ASSIGNED TASK: In the listing below, the lines from the first through the one with "const double w = current * p / s;" are to be copied word for word.
SOURCE MATERIAL section start
TEST_CASE("compensation: gamma of a partial-pressure sensor is beta / P; equimolar gives exactly 0") {
    const cf::sensor_model<double, 4> m =
        o2_capillary<double>(1e-6, 0.2e-3, 0.0, cf::reading_kind::partial_pressure);
    for (const double p : {70000.0, 101325.0, 110000.0}) {
        const double t = 300.0;
        const cf::element_transport<double> e = cf::transport_at(m, t, p).value.elements[0];
        const double beta = e.inv_molecular_s_m2 / (e.inv_molecular_s_m2 + e.inv_linear_s_m2);
        const cf::result<double> gamma = cf::curvature_at(m, t, p, 0.25);
        REQUIRE(gamma.ok());
        CHECK(gamma.value == doctest::Approx(beta / p).epsilon(1e-10));
        // w = I P / S (the firmware's w with gain P_ref/S_ref and c = 1/s); p_A = w h(gamma w).
        const double s = cf::sensitivity_A_per_mol_per_mol(m, t, p).value;
        for (int k = 1; k <= 20; ++k) {
            const double y = 0.25 * k / 20.0;
            const double current = cf::limiting_current_A(m, t, p, y).value;
            const double w = current * p / s;
            const double law = w * cf::shape_function(gamma.value * w).value;
            const double model = cf::reading_from_current(m, t, p, current).value;
            CHECK(std::fabs(law - model) <= 1e-12 * 0.25 * p);
        }
    }
    // Equimolar counterdiffusion is linear: gamma = 0 exactly.
    const cf::result<double> zero = cf::curvature_at(co_sensor(), 300.0, 90000.0, 1e-3);
    CHECK(zero.ok());
    CHECK(zero.value == 0.0);
    // Inputs outside the domain.
    const cf::sensor_model<double, 4> o2 = o2_capillary<double>(1e-6, 0.2e-3);
    CHECK(cf::has(cf::curvature_at(o2, 300.0, 90000.0, 0.0).code, cf::status::out_of_domain));
    CHECK(cf::has(cf::curvature_at(o2, 300.0, 90000.0, 1.5).code, cf::status::out_of_domain));
    CHECK(cf::has(cf::curvature_at(o2, -1.0, 90000.0, 0.2).code, cf::status::out_of_domain));
    const double nan = std::numeric_limits<double>::quiet_NaN();
    for (const cf::result<double> r : {cf::curvature_at(o2, nan, 90000.0, 0.2), cf::curvature_at(o2, 300.0, nan, 0.2),
                                       cf::curvature_at(o2, 300.0, 90000.0, nan)}) {
        CHECK(std::isfinite(r.value));
        CHECK(cf::has(r.code, cf::status::not_finite));
    }
    // It compiles and works in float too (the tool uses double).
    const cf::result<float> gf = cf::curvature_at(o2_capillary<float>(1e-6f, 0.2e-3f), 293.15f, 101325.0f, 0.2095f);
    CHECK(gf.ok());
    CHECK(static_cast<double>(gf.value) == doctest::Approx(cf::curvature_at(o2, 293.15, 101325.0, 0.2095).value).epsilon(1e-4));
}
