/* C99 translation unit of the generated garage_co.h (q15). */
#include "garage_co.h"
#include "wrappers.h"

float q15_span(float t, float p, unsigned *s) { return garage_co_span(t, p, s); }
float q15_zero(float t, unsigned *s) { return garage_co_zero(t, s); }
float q15_reading(float i, float t, float p, unsigned *s) { return garage_co_reading(i, t, p, s); }
int32_t q15_reading_fixed(int32_t i, int32_t t, int32_t p, unsigned *s) { return garage_co_reading_fixed(i, t, p, s); }
float q15_proven_error(void) { return GARAGE_CO_PROVEN_ERROR; }
float q15_fixed_proven_error(void) { return GARAGE_CO_FIXED_PROVEN_ERROR; }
SOURCE MATERIAL section end
WRITTEN RESPONSE:
TEST_CASE("compensation: gamma of a partial-pressure sensor is beta / P; equimolar gives exactly 0") {
    const cf::sensor_model<double, 4> m =
        o2_capillary<double>(1e-6, 0.2e-3, 0.0, cf::reading_kind::partial_pressure);
    for (const double p : {70000.0, 101325.0, 110000.0}) {
        const double t = 300.0;
        const cf::element_transport<double> e = cf::transport_at(m, t, p).value.elements[0];
        const double beta = e.inv_molecular_s_m2 / (e.inv_molecular_s_m2 + e.inv_linear_s_m2);
        const cf::result<double> gamma = cf::curvature_at(m, t, p, 0.25);
        REQUIRE(gamma.ok());
        CHECK(gamma.value == doctest::Approx(beta / p).epsilon(1e-10));
        // w = I P / S (the firmware's w with gain P_ref/S_ref and c = 1/s); p_A = w h(gamma w).
        const double s = cf::sensitivity_A_per_mol_per_mol(m, t, p).value;
        for (int k = 1; k <= 20; ++k) {
            const double y = 0.25 * k / 20.0;
            const double current = cf::limiting_current_A(m, t, p, y).value;
            const double w = current * p / s;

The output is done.